Kategoria Polska / dolnośląskie, kraje / Polska, kraje / Czechy, góry i dużo podjazdów, pod namiotem, setki i więcej, z sakwami, za granicą, rowery / Trek, wyprawy / Austria 2016

Jak przebrnąć przez Brno?

  125.13  07:54
Po bardzo ciepłej nocy nawet wiatr z północy lekko osłabł. Cieszył taki stan rzeczy, gdyż w drodze do domu, Brno było moim kolejnym celem.
No dobrze, upalny dzień nie był niczym przyjemnym. Jechałem więc mozolnie, mając nadzieję na poprawę aury. Trafiłem na zamkniętą drogę, ale tablica mówiła o jakimś objeździe dla rowerów. Spróbowałem, jednak trafiłem na domki nad jeziorem, wśród których się trochę pogubiłem i wydawało mi się, że trafiłem na drogę bez przejazdu, więc postanowiłem zawrócić spróbować jakoś przejechać przez zamknięty odcinek.
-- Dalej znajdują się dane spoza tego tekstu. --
def _entry(cap: Capture) -> Entry:
    """An Entry from a capture's metadata; ValueError names what is wrong."""
    x = cap.extra
    role = x.get(keys.ROLE)
    if role is None:
        raise ValueError("no rxbench:role in its metadata (which part of the measurement is it?)")
    if role not in keys.ROLES:
        raise ValueError(f"rxbench:role {role!r} is not one of {', '.join(keys.ROLES)}")
    att = _number(x, keys.ATTENUATION_DB)
    if att is not None and att < 0:
        raise ValueError(f"rxbench:attenuation_db is {att:g}, below 0 dB")
    enr = _number(x, keys.ENR_DB)
    tol = _number(x, keys.ATTENUATOR_TOLERANCE_DB)
    devices = x.get(keys.DEVICES, 1)
    if isinstance(devices, bool) or not isinstance(devices, int) or devices < 1:
        raise ValueError(f"rxbench:devices is {devices!r}, not a whole number >= 1")
    through = x.get(keys.WITH_DUT) is True or role == "dut"
    swr = []
    for key in keys.SWRS:
        value = _number(x, key)
        if value is not None and value < 1:
            raise ValueError(f"rxbench:{key} is {value:g}, below 1")
        if value is not None:
            swr.append((key, value))
    return Entry(
        capture=cap, role=role, step=str(x.get(keys.STEP, "")), attenuation_db=att,
        gain_db=_number(x, keys.GAIN_DB), through_dut=through,
        time_s=capture_start_s(cap), enr_db=enr, n_devices=devices, attenuator_tolerance_db=tol,
        tone_offset_hz=_number(x, keys.TONE_OFFSET_HZ) if role in TONE_ROLES else None,
        dropped_samples=int(_number(x, keys.DROPPED_SAMPLES) or 0),
        u_enr_db=_number(x, keys.U_ENR_DB),
        swr=tuple(swr),
        device=str(x.get(keys.DEVICE, "")) if through else "",
    )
Okazało się, że było tak zamknięte, że aż ogrodzone wysoką siatką. No nic – pomyślałem – może da się objechać drogami polnymi. E–ee, to też nierealne, bo trafiłem na pola winne (pola z winoroślami?), za którymi nic nie było. Zawróciłem więc, aby dostać się do objazdu dla aut. We wsi, pod sklepem przyjrzałem się mapie bardziej szczegółowo i zdobyłem się na jeszcze jedną próbę. Zjechałem znów nad jezioro i, już mając kilku rowerzystów w zasięgu wzroku, pojechałem ich śladem, odkrywając, że jednak ślepa droga taka ślepa nie była. Przedostałem się dalej i darowałem sobie niepotrzebny objazd. Gdybym tylko od razu spróbował dojechać do końca tamtej drogi, to cała ta zabawa byłaby zupełnie niepotrzebna.
Do Brna prowadziła bardzo ruchliwa droga, a że nie wymyśliłem żadnego objazdu dla niej, to nie pozostało mi nic innego, jak przeboleć duży ruch. Próbowałem jeszcze kilka razy zjechać z tej „autostrady”, ale wszystkie drogi prowadziły mnie wciąż z powrotem. Dopiero później zauważyłem na mapie drogi dla rowerów wyznaczone wzdłuż rzek kilka kilometrów na wschód, ale było już po ptokach. W Brnie jakoś dostałem się do centrum, ale w tym upale nie chciało mi się za dużo zwiedzać. Nawet niedziałające źródła wody pitnej oznaczone na mapie zniechęcały do jakichkolwiek aktywności. Mimo to dziwnie dużo ludzi na ulicach spotykałem. Jak nie w Czechach. Przez to też wszystkie ogródki pod restauracjami były zajęte, choć chciałem spróbować jakiegoś dania z czeskiej kuchni.
Ruszyłem w dalszą drogę, ale kilka kilometrów dalej trafiłem na wpół pustą restaurację, gdzie zamówiłem trzy albo dwa dania (gdy zapytałem o trzecie, kelnerka powiedziała, że w zamówieniu były jednak dwa). I tak się objadłem serowymi smakołykami, których nazw już nie pamiętam, że ciężko mi się jechało. Trafiłem na jakąś dolinę o długim podjeździe. Otoczona gęstym lasem, przynosiła ukojenie w tak upalnym dniu. Nic dziwnego, że rowerzystów mijałem setki i przez tyleż samo byłem mijany. Tak mało z nich machało mi, że w ogóle przestałem się przejmować i patrzeć na przeciwny pas ruchu, więc nie wiem, ile pozdrowień ja sam zignorowałem.
Długi podjazd drogą przez dolinę zakończył się chłodnym zjazdem. Wieczór był nie tylko widoczny. Rozglądałem się powoli za schronieniem, ale kończyła mi się woda, więc trzeba było też znaleźć jakiś sklep. Wszystko jednak zamknięte, aż trafiłem do miasta, a na jego obrzeżach do supermarketu. Trochę się obawiałem zostawić rower bez opieki, bo po parkingu kręciły się grupki podejrzanych osób, ale zaryzykowałem i niczego nie straciłem.
Myślałem o noclegu gdzieś w lesie pod zamkiem, ale zauważyłem miejsce piknikowe całkiem niedaleko, więc tam się skierowałem. Po drugiej stronie znajdowały się zabudowania, ale skryłem się głęboko w krzakach i miałem nadzieję, że nikt mnie nie zauważy. Chyba nie dostrzegł mnie też mieszkaniec, który zawracał autem na drodze obok.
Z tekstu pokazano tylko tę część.